What you do need to do is to make sure your source files are actually saved in UTF-8, so that non-ASCII characters don't get converted to some other encoding when you edit or save the file.
The compiler doesn't need specific UTF-8 support, as long as it assumes 8-bit characters and the usual ASCII values for any syntactically significant characters; in other words, it's almost certainly not the problem.

gcc should interpret your source code and string literals as UTF-8 by default. Try -fexec-charset
See also: http://gcc.gnu.org/onlinedocs/gcc-4.0.1/cpp/Implementation_002ddefined-behavior.html#Implementation_002ddefined-behavior

C should have some sort of Unicode string literal syntax. Googling for "Unicode programming C" should get you started, two tutorials that seemed good are the one on developerworks and the one on cprogramming.com.
The general approach for your specific case would be using a wide string literal L"Ää", then converting that into UTF-8 with wcstrtombs().

Adding unicode support to a library for Windows

I would like to add Unicode support to a C library I am maintaining. Currently it expects all strings to be passed in utf8 encoded. Based on feedback it seems windows usually provides 3 function versions.
fooA() ANSI encoded strings
fooW() Unicode encoded strings
foo() string encoding depends on the UNICODE define
Is there an easy way to add this support without writing a lot of wrapper functions myself? Some of the functions are callable from the library and by the user and this complicates the situation a little.
I would like to keep support for utf8 strings as the library is usable on multiple operating systems.

The foo functions without the suffix are in fact macros. The fooA functions are obsolete and are simple wrappers around the fooW functions, which are the only ones that actually perform work. Windows uses UTF-16 strings for everything, so if you want to continue using UTF-8 strings, you must convert them for every API call (e.g. with MultiByteToWideChar).
For the public interface of your library, stick to exactly one encoding, either UTF-16, UTF-32 or UTF-8. Everything else (locale-dependent or OS-dependent encodings) is too complex for the callers. You don't need UTF-8 to be compatible with other OSes: many platform-independent libraries such as ICU, Qt or the Java standard libraries use UTF-16 on all systems. I think the choice between the three Unicode encodings depends on which OS you expect the library will be used most: If it will mostly be used on Windows, stick to UTF-16 so that you can avoid all string conversions. On Linux, UTF-8 is a common choice as a filesystem or terminal encoding (because it is the only Unicode encoding with an 8-bit-wide character unit), but see the note above regarding libraries. OS X uses UTF-8 for its POSIX interface and UTF-16 for everything else (Carbon, Cocoa).
Some notes on terminology: The words "ANSI" and "Unicode" as used in the Microsoft documentation are not in accordance to what the international standard say. When Microsoft speaks of "Unicode" or "wide characters", they mean "UTF-16" or (historically) the BMP subset thereof (with one code unit per code point). "ANSI" in Microsoft parlance means some locale-dependent legacy encoding which is completely obsolete in all modern versions of Windows.
If you want a definitive recommendation, go for UTF-16 and the ICU library.
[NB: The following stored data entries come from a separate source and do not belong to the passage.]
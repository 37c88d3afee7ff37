// A study's analysis: computed from the shared code on the server, stored with the engine version
// and the hash of its inputs (reused while nothing changes), refitted at once after every
// exclusion or settings change. Approved studies show their stored result, frozen.
import { and, desc, eq, inArray } from 'drizzle-orm';
import { analyseStudy, type AnalysisResult, type VariantProfile } from '../../../shared/analysis';
import type { BootstrapSummary } from '../../../shared/fitting';
import type { AnalysisJob, ExclusionCreate, ExclusionView, RecomputeComparison, StudyAnalysis, StudyAnalysisSettings } from '../../../shared/schemas/analysis';
import type { DesignedSeries } from '../../../shared/schemas/buffer-series';
import type { Db, DbOrTx } from '../../db/client';
import { analysisJobs, analysisRuns, analysisSettings, bufferSeries, exclusions, plates, preparations, profileFits, reads, studies, studyVariants, users } from '../../db/schema';
import { AppError, badRequest, conflict, staleVersion } from '../../errors';
import type { CurrentUser } from '../../types';
import { writeAudit } from '../audit/write-audit';
import { asJson, loadVisible } from '../records/audited';
import { loadEditableStudy } from '../records/studies';
import { buildAnalysisInput, hashAnalysisInput, hashProfileInput } from './input';

type Study = typeof studies.$inferSelect;
type Run = typeof analysisRuns.$inferSelect;
export type BootstrapStore = { resamples: number; profiles: Record<string, { fit: VariantProfile['fit']; bootstrap: BootstrapSummary | null }> };

/** Computes and stores the analysis for `input`, with one stored fit per variant. */
async function computeAndStore(db: Db, study: Study, built: Awaited<ReturnType<typeof buildAnalysisInput>>, hash: string) {
  const analysed = analyseStudy(built.input);
  if (!analysed.ok) throw new AppError(`analysis_${analysed.error.code}`, analysed.error.message, 422);
  const result = analysed.value;
  const computedAt = new Date();
  await db.transaction(async (tx) => {
    const values = { teamId: study.teamId, engineVersion: result.engineVersion, analysisVersion: result.analysisVersion, inputHash: hash, result, computedAt };
    await tx.insert(analysisRuns).values({ studyId: study.id, ...values }).onConflictDoUpdate({ target: analysisRuns.studyId, set: values });
    for (const profile of result.profiles) {
      const fitValues = {
        teamId: study.teamId,
        engineVersion: result.engineVersion,
        inputHash: hashProfileInput({ fitData: profile.fitData, selection: profile.selection?.requested ?? null, units: result.units }),
        model: profile.fit?.model ?? null,
        profile: { ...profile, units: result.units },
        computedAt,
      };
      await tx
        .insert(profileFits)
        .values({ studyId: study.id, variantId: profile.variantId, ...fitValues })
        .onConflictDoUpdate({ target: [profileFits.studyId, profileFits.variantId], set: fitValues });
    }
  });
  return { result, computedAt };
}

/** Bootstrap intervals belong to the input they were computed from; graft them when it is this one. */
function withBootstrap(result: AnalysisResult, run: Run | undefined, hash: string): { result: AnalysisResult; current: boolean } {
  const store = run?.bootstrap as BootstrapStore | null | undefined;
  if (!store || run?.bootstrapHash !== hash) return { result, current: false };
  const profiles = result.profiles.map((p) => {
    const boot = store.profiles[p.variantId];
    return boot ? { ...p, fit: boot.fit ?? p.fit, bootstrap: boot.bootstrap } : p;
  });
  return { result: { ...result, profiles }, current: true };
}

async function exclusionViews(db: DbOrTx, studyId: string): Promise<ExclusionView[]> {
  const rows = await db
    .select({ e: exclusions, plateName: plates.name, createdBy: users.name })
    .from(exclusions)
    .innerJoin(plates, eq(plates.id, exclusions.plateId))
    .innerJoin(users, eq(users.id, exclusions.createdBy))
    .where(eq(exclusions.studyId, studyId))
    .orderBy(desc(exclusions.createdAt));
  const lifters = await db.select({ id: users.id, name: users.name }).from(users).where(inArray(users.id, rows.map((r) => r.e.liftedBy).filter((x): x is string => !!x).concat(['00000000-0000-0000-0000-000000000000'])));
  return asJson(
    rows.map(({ e, plateName, createdBy }) => ({
      id: e.id,
      plateId: e.plateId,
      plateName,
      well: e.well,
      reason: e.reason,
      createdBy,
      createdAt: e.createdAt,
      liftedAt: e.liftedAt,
      liftedBy: lifters.find((l) => l.id === e.liftedBy)?.name ?? null,
      liftReason: e.liftReason,
    })),
  );
}

export async function latestJob(db: DbOrTx, studyId: string, hash: string): Promise<AnalysisJob | null> {
  const [job] = await db.select().from(analysisJobs).where(eq(analysisJobs.studyId, studyId)).orderBy(desc(analysisJobs.createdAt)).limit(1);
  return job ? jobView(job, hash) : null;
}

export const jobView = (job: typeof analysisJobs.$inferSelect, hash: string | null): AnalysisJob =>
  asJson({
    id: job.id,
    kind: job.kind,
    state: job.state,
    done: job.done,
    total: job.total,
    error: job.error,
    createdAt: job.createdAt,
    finishedAt: job.finishedAt,
    current: hash !== null && job.inputHash === hash,
  });

/** The analysis as the study's page shows it; computed (and stored) when its inputs changed. */
export async function getAnalysis(db: Db, user: CurrentUser, studyId: string): Promise<StudyAnalysis> {
  const study = await loadVisible(db, studies, studyId, user, 'That study');
  const built = await buildAnalysisInput(db, study);
  const hash = hashAnalysisInput(built.input);
  const run = await db.query.analysisRuns.findFirst({ where: eq(analysisRuns.studyId, studyId) });
  const frozen = study.status === 'approved' && !!run;
  let result: AnalysisResult;
  let computedAt: Date;
  if (frozen || (run && run.inputHash === hash)) {
    result = run!.result as AnalysisResult;
    computedAt = run!.computedAt;
  } else {
    ({ result, computedAt } = await computeAndStore(db, study, built, hash));
  }
  const effectiveHash = frozen ? run!.inputHash : hash;
  const boot = withBootstrap(result, run, effectiveHash);
  const store = run?.bootstrap as BootstrapStore | null | undefined;
  return {
    studyId,
    inputHash: effectiveHash,
    computedAt: computedAt.toISOString(),
    frozen,
    settings: built.settings,
    settingsVersion: built.settingsVersion,
    exclusions: await exclusionViews(db, studyId),
    result: boot.result,
    bootstrap: { current: boot.current, at: boot.current ? (run?.bootstrapAt?.toISOString() ?? null) : null, resamples: boot.current ? (store?.resamples ?? null) : null },
    job: await latestJob(db, studyId, effectiveHash),
    wellPh: await predictedWellPh(db, study),
    plateReads: built.usedReads,
    assay: built.assay,
  };
}

/** The series designer's predicted well pH at each point; drift beyond 0.05 pH is marked (SCIENCE.md §2.6). */
async function predictedWellPh(db: DbOrTx, study: Study): Promise<StudyAnalysis['wellPh']> {
  if (!study.bufferSeriesId) return [];
  const series = await db.query.bufferSeries.findFirst({ where: eq(bufferSeries.id, study.bufferSeriesId) });
  const design = series?.design as DesignedSeries | undefined;
  return (design?.points ?? []).map((p) => ({
    pH: p.pH,
    buffer: p.proposal?.systemId ?? null,
    predicted: p.well?.pH ?? null,
    drift: p.well?.drift ?? null,
    overLimit: p.well ? Math.abs(p.well.drift) > 0.05 : false,
  }));
}

/** Recomputes an analysis from its inputs without storing it, and says what differs from the stored one. */
export async function recomputeAndCompare(db: Db, user: CurrentUser, studyId: string): Promise<RecomputeComparison> {
  const study = await loadVisible(db, studies, studyId, user, 'That study');
  const built = await buildAnalysisInput(db, study);
  const run = await db.query.analysisRuns.findFirst({ where: eq(analysisRuns.studyId, studyId) });
  const fresh = analyseStudy(built.input);
  if (!fresh.ok) throw new AppError(`analysis_${fresh.error.code}`, fresh.error.message, 422);
  const stored = run?.result as AnalysisResult | undefined;
  const differences = fresh.value.profiles.map((p) => {
    const before = stored?.profiles.find((s) => s.variantId === p.variantId);
    const names = p.fit?.parameterNames ?? [];
    const parameters = Object.fromEntries(
      names.map((n) => {
        const now = p.fit?.parameters[n]?.value ?? null;
        const then = before?.fit?.parameters[n]?.value ?? null;
        return [n, { stored: then, recomputed: now, relativeDifference: now !== null && then !== null && then !== 0 ? Math.abs(now - then) / Math.abs(then) : null }];
      }),
    );
    return { variantId: p.variantId, name: p.name, model: { stored: before?.fit?.model ?? null, recomputed: p.fit?.model ?? null }, parameters };
  });
  return {
    stored: run ? { inputHash: run.inputHash, engineVersion: run.engineVersion, analysisVersion: run.analysisVersion, computedAt: run.computedAt.toISOString() } : null,
    recomputed: { inputHash: hashAnalysisInput(built.input), engineVersion: fresh.value.engineVersion, analysisVersion: fresh.value.analysisVersion },
    sameInputs: run?.inputHash === hashAnalysisInput(built.input),
    differences,
  };
}

const staleSettings = (current: number) =>
  staleVersion('The analysis settings were changed by someone else since you opened them; reload.', current);

export async function saveSettings(db: Db, user: CurrentUser, studyId: string, version: number, settings: StudyAnalysisSettings) {
  await db.transaction(async (tx) => {
    const study = await loadEditableStudy(tx, user, studyId);
    const studyPlates = await tx.select({ id: plates.id }).from(plates).where(eq(plates.studyId, studyId));
    const plateIds = new Set(studyPlates.map((p) => p.id));
    const included = new Set((await tx.select().from(studyVariants).where(eq(studyVariants.studyId, studyId))).map((v) => v.variantId));
    const unknown = (keys: string[], known: Set<string>) => keys.find((k) => !known.has(k));
    const badPlate = unknown([...Object.keys(settings.plateReads ?? {}), ...Object.keys(settings.rateWindows?.plate ?? {})], plateIds);
    if (badPlate) throw badRequest('A setting names a plate that is not in this study.', { settings: badPlate });
    const badVariant = unknown([...Object.keys(settings.models ?? {}), ...Object.keys(settings.preparations ?? {}), ...Object.keys(settings.rateWindows?.variant ?? {})], included);
    if (badVariant) throw badRequest('A setting names a variant that is not in this study.', { settings: badVariant });
    for (const [plateId, readId] of Object.entries(settings.plateReads ?? {})) {
      const read = await tx.query.reads.findFirst({ where: and(eq(reads.id, readId), eq(reads.plateId, plateId)) });
      if (!read) throw badRequest('A chosen read does not belong to its plate.', { settings: readId });
    }
    for (const [variantId, prepId] of Object.entries(settings.preparations ?? {})) {
      const prep = await tx.query.preparations.findFirst({ where: and(eq(preparations.id, prepId), eq(preparations.variantId, variantId)) });
      if (!prep) throw badRequest('A chosen preparation does not belong to its variant.', { settings: prepId });
    }
    const current = await tx.query.analysisSettings.findFirst({ where: eq(analysisSettings.studyId, studyId) });
    const currentVersion = current?.version ?? 1;
    if (currentVersion !== version) throw staleSettings(currentVersion);
    const values = { teamId: study.teamId, settings, version: currentVersion + 1, updatedBy: user.id, updatedAt: new Date() };
    const saved = current
      ? await tx.update(analysisSettings).set(values).where(and(eq(analysisSettings.studyId, studyId), eq(analysisSettings.version, version))).returning()
      : await tx.insert(analysisSettings).values({ studyId, ...values }).onConflictDoNothing().returning();
    if (saved.length === 0) {
      const now = await tx.query.analysisSettings.findFirst({ where: eq(analysisSettings.studyId, studyId) });
      throw staleSettings(now?.version ?? currentVersion);
    }
    // Settings the engine cannot work with are refused before they are kept (the transaction rolls back).
    const check = analyseStudy((await buildAnalysisInput(tx, study)).input);
    if (!check.ok && check.error.code !== 'no_reads' && check.error.code !== 'no_plates') {
      throw new AppError(`analysis_${check.error.code}`, `These settings cannot be used: ${check.error.message}`, 422);
    }
    await writeAudit(tx, { actorId: user.id, teamId: study.teamId, entity: 'analysis-settings', entityId: studyId, action: 'update', before: current?.settings ?? {}, after: settings });
  });
  return getAnalysis(db, user, studyId);
}

/** Excludes wells of one or several plates of the study with one reason, in one transaction. */
export async function excludeWells(db: Db, user: CurrentUser, studyId: string, input: ExclusionCreate) {
  await db.transaction(async (tx) => {
    const study = await loadEditableStudy(tx, user, studyId);
    const byPlate = new Map<string, string[]>();
    for (const { plateId, well } of input.wells) {
      const list = byPlate.get(plateId) ?? [];
      if (!list.includes(well)) list.push(well);
      byPlate.set(plateId, list);
    }
    let added = 0;
    for (const [plateId, wells] of byPlate) {
      const plate = await loadVisible(tx, plates, plateId, user, 'That plate');
      if (plate.studyId !== studyId) throw badRequest('That plate belongs to another study.', { plateId: 'Pick a plate of this study.' });
      const mapped = (plate.map as { wells: Record<string, unknown> }).wells;
      const unmapped = wells.filter((w) => !(w in mapped));
      if (unmapped.length) {
        const where = byPlate.size > 1 ? ` of ${plate.name}` : '';
        throw badRequest(`${unmapped.join(', ')}${where} ${unmapped.length === 1 ? 'has' : 'have'} no role in the plate map.`, { wells: unmapped.join(', ') });
      }
      const activeAlready = new Set(
        (await tx.select().from(exclusions).where(and(eq(exclusions.plateId, plateId), inArray(exclusions.well, wells)))).filter((e) => !e.liftedAt).map((e) => e.well),
      );
      const toAdd = wells.filter((w) => !activeAlready.has(w));
      if (toAdd.length === 0) continue;
      const rows = await tx
        .insert(exclusions)
        .values(toAdd.map((well) => ({ teamId: study.teamId, studyId, plateId, well, reason: input.reason, createdBy: user.id })))
        .returning();
      added += rows.length;
      for (const row of rows) {
        await writeAudit(tx, { actorId: user.id, teamId: study.teamId, entity: 'exclusion', entityId: row.id, action: 'exclude', after: { studyId, plateId: row.plateId, plateName: plate.name, well: row.well, reason: row.reason } });
      }
    }
    if (added === 0) throw conflict('Those wells are already excluded.', 'already_excluded');
  });
  return getAnalysis(db, user, studyId);
}

export async function liftExclusion(db: Db, user: CurrentUser, exclusionId: string, reason: string) {
  const studyId = await db.transaction(async (tx) => {
    const exclusion = await loadVisible(tx, exclusions, exclusionId, user, 'That exclusion');
    await loadEditableStudy(tx, user, exclusion.studyId);
    if (exclusion.liftedAt) throw conflict('This well is already included again.', 'already_included');
    await tx.update(exclusions).set({ liftedAt: new Date(), liftedBy: user.id, liftReason: reason }).where(eq(exclusions.id, exclusionId));
    await writeAudit(tx, {
      actorId: user.id,
      teamId: exclusion.teamId,
      entity: 'exclusion',
      entityId: exclusionId,
      action: 'include',
      before: { well: exclusion.well, reason: exclusion.reason },
      after: { well: exclusion.well, liftReason: reason },
    });
    return exclusion.studyId;
  });
  return getAnalysis(db, user, studyId);
}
Since your library already requires UTF-8 encoded strings, then it is already fully Unicode enabled, as UTF-8 is a loss-less Unicode encoding. If you are wanting to use your library in an environment that normally uses UTF-16 or even UTF-32 strings, then it could simply encode to, and decode from, UTF-8 when talking with your library. Otherwise, your library would have to expose extra UTF-16/32 functions that do those encoding/decoding operations internally.